The problem usually comes with the design of the interlock that is required to go with the movable guard. The first part of the problem goes back to my #1 mistake: Risk Assessment. No risk assessment means that you cannot reasonably hope to get the reliability requirements right for the interlocking system. Next, there are small but significant differences in how the Canadian, US, EU and International standards handle control reliability, and the biggest differences occur in the higher reliability classifications.

In the USA, the standards speak of control reliable circuits (see ANSI RIA R15.06-1999, 4.5.5). This requirement is written in such a way that a single interlocking device, installed with dual channel electrical circuits and suitably selected components will meet the requirements. No single ELECTRICAL component failure will lead to the loss of the safety function, but a single mechanical fault could.

In Canada, the machinery and robotics standards speak of control reliable systems (see CSA Z432, 8.2.5), not circuits as in the US standards. This requirement is written in such a way that TWO electromechanical interlocking devices are required, one in each electrical channel of the interlocking system. This permits the system to detect mechanical failures such as broken or missing keys, and if different types of interlocking devices are chosen, may also permit detection of efforts to bypass the interlock. Most single mechanical faults and electrical faults will be detected.

In the EU and Internationally, control reliability is much more highly developed. Here, the application of ISO 13849, IEC 62061 or IEC 61508 have taken control reliability to higher levels than anything seen to date in North America. Under these standards, the required Performance Level (PLr) or Safety Integrity Level (SIL) must be known. This is based on the outcome of, you guessed it, the Risk Assessment. No risk assessment, or a poor risk assessment, dooms the designer to likely failure. Significant skill is required to handle the analysis and design of safety related parts of control systems under these standards.

Fight this problem by: Getting the training you need to properly apply these standards and then using them in your designs.

5) Safety Distances

Safety distances crop up anywhere you don’t have a physical barrier keeping the user away from the hazard. Whether its an opening in a fixed guard, a movable guard like a guard door or gate, or a presence-sensing safeguarding device like a light curtain, safety distances have to be considered in the machine design. The easier it is for the user to come in contact with the hazard, the more safety distance matters.

Stopping performance of the machinery must be tested to validate the safety distances used. Failure to get the safety distance right means that your guards will give your users a false sense of security, and will expose them to injury.
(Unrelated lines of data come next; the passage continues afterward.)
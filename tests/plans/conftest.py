"""What the tests of plans share."""

from __future__ import annotations

from collections.abc import Iterator
from contextlib import closing
from typing import Any

import pytest
from skyfield.api import load_file

from wanderers.ephemeris.kernels import Kernel


@pytest.fixture(scope="session")
def opened(kernel: Kernel) -> Iterator[Any]:
    """The kernel as skyfield opens it."""
    with closing(load_file(str(kernel.path))) as file:
        yield file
This will also expose your company to significant liability when someone gets hurt, because they will. Its only a matter of time.

Fight this problem by: Testing safeguarding devices.

6) Validation

OK, so this list should really be SIX things. Just consider this to be a bonus for reading this far!

Designs, and particularly safety critical designs, must be tested. Let me say it again:

Safety Critical Designs MUST Be Tested.

Whatever theory you are working under, whether it’s North American, European, International or something else, you cannot afford missing the validation step. Without validation you have no evidence that your system worked at all, let alone if it worked correctly.

Fight this problem by: TESTING YOUR DESIGNS.

A wise man once said: “If you think safety is expensive, try having an accident.” The gentleman was involved in investigating the crash of a Sikorsky S-92 helicopter off the coast of Newfoundland. 17 people died as a result of the failure of two titanium studs that held an oil filter onto the main gearbox, and the fact that the helicopter failed the ‘1/2-hour gearbox run-dry test’ that is required for all new helicopter designs. This was a clear case of failure in the risk assessment process complicated by failure in the test process.

Watch the CBC documentary “Cougar 491“. This is definitely worth the time. If you are located outside Canada, you will have a problem with this link. Unfortunately, CBC does not stream it’s video outside Canada. Sorry.